There are a few aspects to being mortal that I’m not enjoying that much if I am honest.

Some things that the nice people in the hospital don’t tell you and a few facts that the cardiac rehabilitation team fail to mention in the ‘FAQ’ handout that they give you on day one.

And when I say ‘mortal’ I really mean ‘normal’ and when I say ‘normal’ I really mean ‘not someone who has ridiculously high blood pressure, high cholesterol, is stressed to buggery, hardly sleeps and thinks having an Aloo Gobi with their curry constitutes a balanced diet.’

And the things that they don’t tell you are the changes that happen to you after a heart attack. Not the emotional changes, not the processing that your brain needs to go through. Because that is massive, well it’s massive for me, my brain has only just got used to the fact that the 80’s hasn’t gone on forever and that Maggie isn’t P.M., let alone the fact that I am almost 50 and have had someone rooting around in my heart with what felt like a pipe cleaner. For me it feels as if that processing is going to take some more time and I’m not sure I’m ready to write about that yet.

No, it’s not the emotional changes. It’s the physical ones. The fact that in the real world it’s bloody cold. All of the time. Always.

Since my heart attack my favourite and most used piece of clothing has become a black Berghaus fleece. ‘Bergy’ and I have become inseparable. Well I’m not sure a garment that is 100% polyester is actually capable of emotional feelings at any level, but I certainly don’t go anywhere without it. And it seems to be on virtually all of the time. It’s even on now as I write this. It’s become almost like a comforter to me, a bit like those things that young kids have that mean provided that they have it with them then their parents can take them anywhere. A bit like Freya’s ‘Oshie’. Oshie was our daughter’s toy bear that went everywhere with her, everywhere that is until I left it on the Eurostar on the way to Euro Disney in 2007 and it hasn’t gone anywhere with her since. If Freya is reading this I am still so very sorry about that sweetheart. Bergy is my Oshie, only I’m 49 and Freya was 6.

I’m not sure it’s ever been clinically proven that high blood pressure makes you hot or warm.
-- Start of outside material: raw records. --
using System.Globalization;
using System.Runtime.CompilerServices;
using NightSim.Cli.Plotting;
using NightSim.Cli.Rendering;
using NightSim.Netlist;
using NightSim.Reporting;
using NightSim.Runs;
using NightSim.Sky;
using OxyPlot;
using Spectre.Console;

namespace NightSim.Cli.Commands;

/// <summary>The night-run half of `simulate`: a netlist through a light scenario, then report.json, trace.csv, plots
/// (SVG and PNG), report.html in the output folder and the table of nights on the terminal.</summary>
internal static class SimulateNight
{
    /// <summary>Settings of one night run from the command line.</summary>
    public sealed record Settings(
        string NetlistPath,
        string ScenarioPath,
        int? Nights,
        DirectoryInfo Out,
        string Format,
        bool NoProgress,
        string? FailOn,
        bool NoPlots,
        string Accuracy = "normal",
        string MainsDetail = "windows");

    /// <summary>The companion scenario of a demo netlist: &lt;name&gt;.scenario.json beside &lt;name&gt;.json, or null.</summary>
    public static string? CompanionScenario(string netlistPath)
    {
        string dir = Path.GetDirectoryName(netlistPath) ?? "";
        string stem = Path.GetFileNameWithoutExtension(netlistPath);
        string candidate = Path.Combine(dir, stem + ".scenario.json");
        return File.Exists(candidate) ? candidate : null;
    }

    public static int Execute(Settings s, IAnsiConsole console, TextWriter output, TextWriter error)
    {
        NetlistLoadResult loaded = NetlistLoader.Read(s.NetlistPath);
        foreach (NetlistError w in loaded.Warnings) error.WriteLine(w.ToString());
        if (!loaded.IsValid)
        {
            CliErrors.WriteProblems([.. loaded.Errors.Select(e => e.ToString())], error);
            return CliErrors.InvalidInput;
        }
        LightScenario scenario = ScenarioLoader.LoadOrThrow(s.ScenarioPath);
        // The output folder is checked before the run, not after it: a file in its place cannot take the outputs.
        string dir = s.Out.FullName;
        if (File.Exists(dir))
        {
            error.WriteLine($"--out: {s.Out}: cannot write: it is a file, not a folder. hint: give a folder name, e.g. --out out/night");
            return CliErrors.OutputFailed;
        }
        // Every output goes into a staging folder and the set goes in place whole when it is complete: a run that
        // fails, is killed or finds the disk full leaves the folder as it was (README "Troubleshooting").
        using OutputSet set = OutputException.Guard(dir, () => OutputSet.Begin(dir));
        return Run(s, loaded.Definition!, scenario, set, console, output, error);
    }

    /// <summary>Puts the run's files in place (exit 5 when that fails) and says so when the folder also holds files
    /// NightSim did not write, which are left alone (the set then goes in file by file).</summary>
    internal static void Commit(OutputSet set, TextWriter error)
    {
        OutputSet.CommitResult done = OutputException.Guard(set.Target, set.Commit);
        if (done.Warning is not null) error.WriteLine("warning: " + done.Warning);
        if (done.Mode == OutputSet.CommitMode.FileByFile && done.Foreign.Count > 0)
        {
            error.WriteLine($"note: {set.Target} also holds files NightSim did not write ({string.Join(", ", done.Foreign.Take(3))}{(done.Foreign.Count > 3 ? $" and {done.Foreign.Count - 3} more" : "")}); " +
                "they were left alone and NightSim's files were replaced one by one. hint: give --out a folder of its own to have each run's files replaced as one set");
        }
    }

    private static int Run(Settings s, NetlistDefinition netlist, LightScenario scenario, OutputSet set, IAnsiConsole console, TextWriter output, TextWriter error)
    {
        // Files are written into the staging folder; messages name the output folder.
        string dir = set.Staging;
        // Ctrl+C and SIGTERM stop the run at its next step; what finished is kept as a partial report. Before the first
        // step there is nothing to keep, and the signal ends the process at once as usual (leaving no staging folder).
        using var interrupt = new CancellationTokenSource();
        var stepping = new StrongBox<bool>();
        void OnSignal(System.Runtime.InteropServices.PosixSignalContext ctx)
        {
            if (!Volatile.Read(ref stepping.Value))
            {
                // The process ends as usual: take the (still empty) staging folder with it.
                set.Dispose();
                return;
            }
            ctx.Cancel = true;
            interrupt.Cancel();
        }
        using var sigterm = System.Runtime.InteropServices.PosixSignalRegistration.Create(System.Runtime.InteropServices.PosixSignal.SIGTERM, OnSignal);
        using var sigint = System.Runtime.InteropServices.PosixSignalRegistration.Create(System.Runtime.InteropServices.PosixSignal.SIGINT, OnSignal);
        if (s.Nights is int n) scenario = scenario with { Nights = n };

        var request = new NightRunRequest
        {
            Netlist = netlist,
            NetlistPath = s.NetlistPath,
            Scenario = scenario,
            ScenarioPath = s.ScenarioPath,
            Tool = "nightsim " + typeof(SimulateNight).Assembly.GetName().Version?.ToString(3),
            Options = (Transient.TransientOptions.ForAccuracy(s.Accuracy) ?? Transient.TransientOptions.Default) with { MainsAveraging = s.MainsDetail != "full" },
            Cancellation = interrupt.Token,
        };
        // Progress goes to standard error, so standard output carries only the report (redirect it to a file freely).
        var progress = new ProgressReporter(Terminal.For(error), enabled: !s.NoProgress && s.Format == "text");
        int nights = scenario.Nights;
        // The plot font and renderer load on a spare core while the circuit is solved.
        if (!s.NoPlots) PlotWarmUp.Start();
        NightRunResult result = progress.Run(p => NightRun.Run(request, new Progress(p, nights, stepping)));

        if (result.Simulation.Failure is { } failure)
        {
            string clock = ReportText.Clock(result.Facts.Clock(failure.Time));
            error.WriteLine($"{s.NetlistPath}: simulation failed at {clock} (run time {failure.Time.ToString("0.######", CultureInfo.InvariantCulture)} s): {failure}");
            WritePartial(s, result, failure, failure.Time, TotalSeconds(scenario), clock, set, error);
            return CliErrors.Unexpected;
        }
        if (result.Simulation.Interrupted)
        {
            double reached = result.Simulation.StopTime;
            string clock = ReportText.Clock(result.Facts.Clock(reached));
            double done = 100.0 * reached / Math.Max(reached, TotalSeconds(scenario));
            error.WriteLine(string.Create(CultureInfo.InvariantCulture,
                $"{s.NetlistPath}: interrupted at {clock} (run time {reached:0.###} s, {done:0.#} % of the run)"));
            WritePartial(s, result, null, reached, TotalSeconds(scenario), clock, set, error);
            return CliErrors.Interrupted;
        }

        NightReport report = result.Report;
        var written = new List<string>();
        string reportPath = Path.Combine(dir, "report.json");
        // A failure names the file as the user will find it, not its place in the staging folder.
        string At(string file) => Path.Combine(set.Target, Path.GetFileName(file));
        OutputException.Guard(At(reportPath), () => JsonReportWriter.Write(report, reportPath));
        written.Add(reportPath);
        string tracePath = Path.Combine(dir, "trace.csv");
        OutputException.Guard(At(tracePath), () => CsvTraceWriter.Write(result.Traces, tracePath));
        written.Add(tracePath);

        IReadOnlyList<HtmlFigure> figures = [];
        IReadOnlyList<DateOnly> plotted = [];
        string? plotWarning = null;
        if (!s.NoPlots)
        {
            // A run of several nights opens with the overview of every night; a long run plots its interesting nights only.
            plotted = PlottedNights.Select(report.Nights, report.TargetResults);
            List<(PlotModel, string, string)> overview = report.Nights.Count > 1
                ? [(NightsOverviewPlot.Build(report, plotted.ToHashSet()), NightsOverviewPlot.FileStem, $"Every night: when the lamp was on ({report.Nights.Count} nights)")]
                : [];
            PlotSetResult plots = PlotSetWriter.WriteAll(result.Plots, dir, (svg, write) => OutputException.Guard(At(svg), write), overview);
            foreach (PlotFiles files in plots.Files)
            {
                written.Add(files.SvgPath);
                if (files.PngPath is not null) written.Add(files.PngPath);
            }
            plotWarning = plots.Warnings.FirstOrDefault();
            figures = plots.Figures;
        }
        string htmlPath = Path.Combine(dir, "report.html");
        OutputException.Guard(At(htmlPath), () => HtmlReportWriter.Write(report, figures, htmlPath));
        written.Add(htmlPath);
        Commit(set, error);

        if (s.Format == "json")
        {
            using var stdout = new MemoryStream();
            JsonReportWriter.Write(report, stdout);
            output.WriteLine(System.Text.Encoding.UTF8.GetString(stdout.ToArray()));
        }
        else
        {
            TerminalReport.Render(report, console);
            console.WriteLine();
            console.MarkupLine($"[grey]wrote {written.Count} files to {Markup.Escape(set.Target)}: report.html, report.json, trace.csv and {written.Count - 3} plot files[/]");
            if (plotted.Count > 0 && plotted.Count < report.Nights.Count)
            {
                console.MarkupLine($"[grey]plotted {plotted.Count} of {report.Nights.Count} nights, the most interesting ({string.Join(", ", plotted.Select(d => d.ToString("yyyy-MM-dd", CultureInfo.InvariantCulture)))}); {NightsOverviewPlot.FileStem}.png shows every night[/]");
            }
        }
        if (plotWarning is not null) error.WriteLine("warning: " + plotWarning);
        return FailOn(report, s.FailOn, error);
    }

    /// <summary>
    /// What a failed run computed, named as partial so it is never taken for a finished run: report-partial.json (the
    /// failure: time, worst nodes with values, parts, hint), trace-partial.csv up to the failure and a plot of the last
    /// stretch before it (last-seconds-partial.svg/png). They go in as one set with the complete outputs of the run
    /// before, which stay as they were (partial outputs of an earlier failure are replaced).
    /// </summary>
    private static void WritePartial(Settings s, NightRunResult result, Results.SimulationFailure? failure, double reached, double planned, string clock, OutputSet set, TextWriter error)
    {
        string dir = set.Staging;
        var written = new List<string>();
        string reportPath = Path.Combine(dir, "report-partial.json");
        OutputException.Guard(Path.Combine(set.Target, "report-partial.json"), () => PartialReportWriter.Write(new PartialReportWriter.Content(s.NetlistPath, s.ScenarioPath, Math.Max(planned, reached), reached, clock,
            failure, result.Simulation.Statistics), reportPath));
        written.Add(reportPath);
        string tracePath = Path.Combine(dir, "trace-partial.csv");
        OutputException.Guard(Path.Combine(set.Target, "trace-partial.csv"), () => CsvTraceWriter.Write(result.Traces, tracePath));
        written.Add(tracePath);
        if (!s.NoPlots && LastStretch(result, reached, failure?.Reason ?? "interrupted") is { } data)
        {
            PlotFiles files = OutputException.Guard(Path.Combine(set.Target, data.FileStem + ".svg"), () => PlotWriter.Write(NightPlotBuilder.Build(data), dir, data.FileStem));
            written.Add(files.SvgPath);
            if (files.PngPath is not null) written.Add(files.PngPath);
        }
        OutputException.Guard(set.Target, () => set.CarryOver(name => !IsPartial(name)));
        Commit(set, error);
        error.WriteLine($"kept what was computed up to {clock}: {string.Join(", ", written.Select(Path.GetFileName))} in {set.Target}");
    }

    /// <summary>An output of a run that stopped early ("report-partial.json", "last-seconds-partial.png", …).</summary>
    private static bool IsPartial(string name) => Path.GetFileName(name).Contains("-partial.", StringComparison.Ordinal);

    /// <summary>The recorded node voltages over the last stretch before the failure (the last 200 recorded points).</summary>
    private static PlotData? LastStretch(NightRunResult result, double reached, string reason)
    {
        var series = new List<PlotSeries>();
        double from = reached;
        foreach (Results.Trace t in result.Simulation.Traces)
        {
            if (t.Unit != "V" || t.Times.Count == 0) continue;
            int start = Math.Max(0, t.Times.Count - 200);
            from = Math.Min(from, t.Times[start]);
            series.Add(new PlotSeries($"node {t.Name}", "V", PlotPanel.Voltages, [.. t.Times.Skip(start)], [.. t.Values.Skip(start)]));
        }
        if (series.Count == 0 || !(reached > from)) return null;
        return new PlotData
        {
            Title = $"Last stretch before the run stopped (partial): {reason}",
            Origin = result.Simulation.Origin ?? DateTimeOffset.UnixEpoch,
            From = from,
            To = reached,
            Series = series,
            Markers = [new PlotMarker(reached, "stopped", Emphasis: true)],
            FileStem = "last-seconds-partial",
        };
    }

    /// <summary>Run seconds of the whole scenario window, nights × 24 h from local noon (a night across a daylight-saving
    /// change is an hour shorter or longer: the fraction done is approximate there).</summary>
    private static double TotalSeconds(LightScenario scenario) => scenario.Nights * 86400.0;

    /// <summary>Exit 4 when a finding is at or above --fail-on (warning or error), else 0.</summary>
    private static int FailOn(NightReport report, string? failOn, TextWriter error)
    {
        if (failOn is null) return CliErrors.Success;
        Analysis.Severity level = failOn == "warning" ? Analysis.Severity.Warning : Analysis.Severity.Error;
        List<Analysis.Finding> tripped = report.Findings.Where(f => f.Severity >= level).ToList();
        if (tripped.Count == 0) return CliErrors.Success;
        // Say which findings tripped it, so a script's log shows why the exit code is not 0.
        error.WriteLine($"--fail-on {failOn}: {tripped.Count} finding{(tripped.Count == 1 ? "" : "s")} at or above {failOn}: " +
            string.Join(", ", tripped.Select(f => ReportText.Severity(f.Severity) + " " + f.Code + (f.At is DateTimeOffset at ? " at " + ReportText.Clock(at) : ""))));
        return CliErrors.FindingAtLevel;
    }

    /// <summary>Maps the run's overall fraction to night-by-night progress.</summary>
    private sealed class Progress(IProgress<NightProgress> inner, int nights, StrongBox<bool> stepping) : IProgress<double>
    {
        public void Report(double value)
        {
            Volatile.Write(ref stepping.Value, true);
            double x = Math.Clamp(value, 0, 1) * nights;
            int night = Math.Min(nights, (int)Math.Floor(x) + 1);
            inner.Report(new NightProgress(night, nights, x - (night - 1)));
        }
    }
}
There are schools of thought that high blood pressure manifests itself in a physical form by redness of the face and in unusual levels of sweating, but little has been written about a correlation between body heat and blood pressure. And those symptoms are also synonymous with so many other things.

What is apparent though is that some of the drugs that are used to treat a heart attack have side effects. They don’t really tell you about those and they are certainly not on any handout I’ve received so far. Amongst the 66,000 tablets I will have to take, I am on Bisoprolol which is a beta blocker, Ramipril which is an A.C.E inhibitor and Asprin. And these do exactly what they say on the tin. Well exactly what they say on the box anyway. Beta blockers reduce or block the impact of adrenaline which means the heart beats more slowly and with less force leading to lower blood pressure. A.C.E. inhibitors can reduce the activity of an enzyme called angiotensin-converting enzyme, or A.C.E. for short and this causes the relaxation of blood vessels as well as a decrease in blood volume, which also leads to lower blood pressure. Whilst Asprin thins the blood and prevents clotting.

In thinning the blood and lowering blood pressure these three tablets also have a side effect and that is that the extremities of the body, the fingers, the hands, the toes and the feet become cold. They feel the cold more. For me that feeling also seems to extend to the rest of my body. This effect seems to be more pronounced in me, because prior to my attack I was always so warm. Rarely did I wear coats out and as far as I was concerned hats and gloves were for losers. Berghaus was where the guy who wrote ‘Lady in Red’ lived.

This feeling of coldness was one of the immediate things that I noticed after the attack. There are many other side effects of the drugs and I’ll write about them separately, but in the ‘normal’ world that you guys live in and which I now seem to inhabit it’s cold. Really cold.

I wonder if you can get a Berghaus on prescription. They don’t tell you about that either on those handouts.